def compare(models: list[str | Path | Spec], data: pd.DataFrame | str | Path, group: str | None = None,
            reference_group: str | None = None, sheet: str | None = None, names_row: int | None = None, first_data_row: int | None = None, missing_codes: tuple[float, ...] = (),
            keep: tuple[str, ...] | list[str] = (), rename: ColumnRenames = None, ordinal: str | list[str] | None = None,
            ordinal_estimator: str | None = None, weights: str | None = None, cluster: str | None = None,
            strata: str | None = None, weight_kind: str | None = None, id_column: str | None = None,
            **options: object) -> Comparison:
    """Fit every model to the same rows and test each nested pair.

    Rows with gaps are kept as ``fit`` keeps them: with missing answers every model is fitted by
    full-information ML to the rows that answer some of each model's variables (the chi-square difference of
    two such fits is a likelihood-ratio test under missingness at random; Little & Rubin 2002), and with
    ``missing='listwise'`` to the rows complete on every model's variables.

    A sampling design (``weights``, ``cluster``, ``strata``, ``weight_kind``, as for ``fit``) weights every
    fit and makes the difference tests the scaled ones of the design-based statistics.

    With ordinal items (an 'ordinal' statement in any model, or ``ordinal``) every model is fitted
    by least squares on thresholds and polychoric correlations and nested pairs get the adjusted
    difference test.

    ``id_column``: the column that names each row (never analysed), beside the row numbers of the cautions about
    rows, as for ``fit``."""
    if isinstance(models, (str, Spec)) or not hasattr(models, "__iter__"):
        raise OptionError("compare takes a list of models (model files, model texts or parsed models)")
    models = list(models)
    if len(models) < 2:
        raise OptionError("comparing needs at least two models")
    # each model's reliability, so that the keying its loadings contradict is a problem of its solution, first, as in
    # fit (assessment.reliability.keying_problems); not the other diagnostics
    fit_options = replace(make_options(options, COMPARE_KEYWORDS), diagnostics=False, reliability=True)
    design = design_columns(weights, cluster, strata, weight_kind)
    specs = [load_spec(m) for m in models]
    _no_model_twice(specs)
    names = _unique_names(specs)
    _same_item_types(specs, names, [ordinal_items_of(spec, ordinal) for spec in specs])
    ordinal_items = set().union(*(ordinal_items_of(spec, ordinal) for spec in specs))
    specs = [with_ordinal_levels(spec, ordinal_items) for spec in specs]
    ordinal_estimator = ordinal_estimator_option(ordinal_estimator, ordinal_items)
    if design is not None and not ordinal_items:  # ordinal items always get sandwich errors and adjusted tests
        fit_options = design_test(fit_options, design)
    group_column(group)
    if summary_source(data):
        refuse_row_options(f"'{data}'", sheet, missing_codes, keep, group, id_column, names_row=names_row,
                           first_data_row=first_data_row, rename=rename)
        for spec in specs:  # an estimator without ordinal items is refused above
            refuse_for_summary(spec, f"'{data}'", ordinal)
        if design is not None:
            raise OptionError(f"summary statistics hold no rows, so a {design.names[0][0]} column cannot apply; give the "
                              f"raw data")
        return _some_estimated(_compare_summary(specs, names, data, fit_options, group))
    refuse_different_codings(specs, names)
    refuse_different_joins(specs, names)
    _, loaded, notes = read_inputs_with_notes(specs[0], data, sheet, missing_codes, keep,
                                              (id_column,) if isinstance(id_column, str) else (),
                                              items={x for spec in specs for x in spec.observed_names}, names_row=names_row, first_data_row=first_data_row,
                                              rename=rename, chosen=chosen_columns(group, id_column, design=design),
                                              keeps_gaps=keeps_rows_with_gaps(fit_options.missing))
    used = list(dict.fromkeys(x for spec in specs for x in spec.observed_names))  # in the models' order, as named
    id_rows = rows_named(loaded, id_column, used, group)  # (ids, their column), which the cautions about rows give
    if design is not None:  # the weights parsed once, as fit parses them, for the check and the groups weighted out
        loaded = replace(loaded, weights=design_weights(loaded.frame, design, tuple(used), group, loaded.source))
    frame, source = loaded.frame, loaded.source
    at = np.arange(len(frame))  # each compared row's place among the rows read, where its parsed weight is
    coded = set(specs[0].observed_names)  # items of the later models only, each once: their answer words as codes
    for spec in specs[1:]:
        named = check_columns(spec, list(frame.columns), source, loaded.sheet_hint(), chosen_columns(group, id_column, design=design))
        notes = list(notes) + [n for n in named if n not in notes]
        frame, coding_notes = code_answer_words(spec, frame, source, tuple(x for x in spec.observed_names if x not in coded),
                                                missing_codes=missing_codes_option(missing_codes),  # as fit reads them
                                                value_labels=loaded.value_labels)
        coded |= set(spec.observed_names)
        notes = list(notes) + coding_notes
        check_declared_ranges(spec, frame, source, loaded.value_labels)  # every model's 'reversed ... on' scale
    without_group = 0
    if group is not None and group in frame.columns:  # rows without a group value: left out, and said
        labelled = has_group(frame, group)  # the one rule of groups: a cell of invisible characters alone has none
        without_group = int((~labelled).sum())
        frame, at = frame.loc[labelled], at[labelled]
        # the labels' notes of the rows read, as fit gives them (pipeline.inputs.moments_for): a cell of invisible
        # characters alone is named there, its row among those without a group
        notes = list(notes) + _no_group_notes(without_group, group, len(labelled)) + label_notes(loaded.frame, group)
    # values that look like no answers in any model's items, among the rows compared: first in the report, and
    # named first when a fit fails
    loaded = replace(loaded, odd_values=odd_values(frame, used, row_numbers(frame)))
    with odd_values_named(loaded):
        pairwise = False
        few: tuple[str, ...] = ()  # items of few answer categories analysed as continuous
        if ordinal_items:
            if fit_options.missing is MissingData.FULL_INFORMATION or fit_options.test is FitTest.YUAN_BENTLER:
                raise OptionError("ordinal items are compared on every answer (pairwise present rows, as fit uses them) or "
                                  f"on the complete rows ({Option.INCOMPLETE_ROWS.given('listwise')}); full-information "
                                  f"ML and its Yuan-Bentler test are for continuous items")
            pairwise = fit_options.missing is not MissingData.LISTWISE
        else:
            fit_options, missing_notes = choose_missing_handling(fit_options, frame, tuple(used), None, design=design)
            few, few_note = few_categories(frame, tuple(used))
            notes = list(missing_notes) + few_note + list(notes)
        # the rows every model can use with full-information ML or pairwise present rows: some answers to each
        answers = [frame[list(spec.observed_names)].notna().to_numpy().any(axis=1) for spec in specs]
        some = np.logical_and.reduce(answers)
        unanswered = int((~some).sum())  # of the rows listwise deletion leaves out, those no method keeps
        if fit_options.missing is MissingData.FULL_INFORMATION or pairwise:
            kept = some
        else:
            kept = frame[used].notna().to_numpy().all(axis=1)
        complete, at = frame.loc[kept], at[kept]
        dropped = len(loaded.frame) - len(complete) - without_group  # rows with missing answers (or none)
        if design is not None:
            complete, design_notes = check_design(complete, design, tuple(used), group, source,
                                                  loaded.weights[at] if loaded.weights is not None else None)
            notes = list(notes) + design_notes
        if ordinal_items:
            found = _compare_ordinal(specs, names, complete, source, group, reference_group,
                                     replace(fit_options, missing=None if pairwise else MissingData.LISTWISE),
                                     ordinal_items, ordinal_estimator, dropped, design, pairwise, notes)
            reference_group_applies(found.results, reference_group)
            found = replace(found, notes=tuple(found.notes) + tuple(reference_note(found.results, complete, group,
                                                                                   reference_group)))
            found = _some_estimated(_with_data_problems(found, loaded, specs, group, design, dropped, pairwise, True,
                                                        id_rows, unanswered))
            return replace(found, results=tuple(with_missing_reading(r, loaded, missing_codes) for r in found.results),
                           without_group=without_group)
        for spec, name in zip(specs, names):  # every model's, before any moments or fit
            with estimation_of(f"model {name}"):
                refuse_large_robust_route(spec, fit_options, design)
        results = []
        data_groups = []
        for spec, name in zip(specs, names):
            groups, _ = moments_for(spec, complete, source, group, reference_group, fit_options.missing, design=design)
            data_groups.append(groups)
            with estimation_of(f"model {name}"):
                try:
                    result = fit_moments(spec, groups, fit_options, group_column=group)
                except NotIdentified as failure:  # reported among the others, as one that does not converge is
                    result = unestimated(spec, groups, fit_options, group, failure)
            result = with_missing_reading(_described(result, spec, tuple(label for label, _ in groups)
                                                     if group is not None else None), loaded, missing_codes)
            mine = tuple(x for x in few if x in spec.observed_names)  # the methods text names them
            result = replace(result, data=replace(result.data, few_categories=mine)) if mine else result
            results.append(with_design(result, design_summary(complete, design, [m for _, m in groups], [g for g, _ in groups]),
                                       [m for _, m in groups])
                           if design is not None else result)
        reference_group_applies(results, reference_group)
        notes = list(notes) + reference_note(results, complete, group, reference_group)
        tests, not_nested = _pairwise_tests(specs, names, results, data_groups)
        normal_fits = all(r.robust is None for r in results if r.converged)
        normal_theory = bool(tests) and normal_fits
        heavy, unjudged, tails, cautioned = _tails(names, results, data_groups, group is not None, normal_fits,
                                                   tests)
        if not normal_theory:  # no difference test: nothing rests on normal tails but the fits' own figures
            heavy, unjudged, cautioned = (), (), ()
        if unjudged:
            notes = list(notes) + [tails_not_judged_note(unjudged)]
        return _some_estimated(_with_data_problems(Comparison(tuple(names), tuple(results), tuple(tests),
                                                              tuple(not_nested), len(complete), dropped,
                                                              fit_options.missing, tuple(notes), tails,
                                                              without_group=without_group, heavy_tails=heavy,
                                                              heavy_tails_cautioned=cautioned),
                                                   loaded, specs, group, design, dropped, False, False, id_rows,
                                                   unanswered))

* * * * * * * * *

| YOUR GOAL |
Only one stretch of the entries above is wanted: the lines from the one containing "group_column(group)" through the one containing "refuse_different_joins(specs, names)". Please reproduce it exactly.

| FINAL ANSWER |
    group_column(group)
    if summary_source(data):
        refuse_row_options(f"'{data}'", sheet, missing_codes, keep, group, id_column, names_row=names_row,
                           first_data_row=first_data_row, rename=rename)
        for spec in specs:  # an estimator without ordinal items is refused above
            refuse_for_summary(spec, f"'{data}'", ordinal)
        if design is not None:
            raise OptionError(f"summary statistics hold no rows, so a {design.names[0][0]} column cannot apply; give the "
                              f"raw data")
        return _some_estimated(_compare_summary(specs, names, data, fit_options, group))
    refuse_different_codings(specs, names)
    refuse_different_joins(specs, names)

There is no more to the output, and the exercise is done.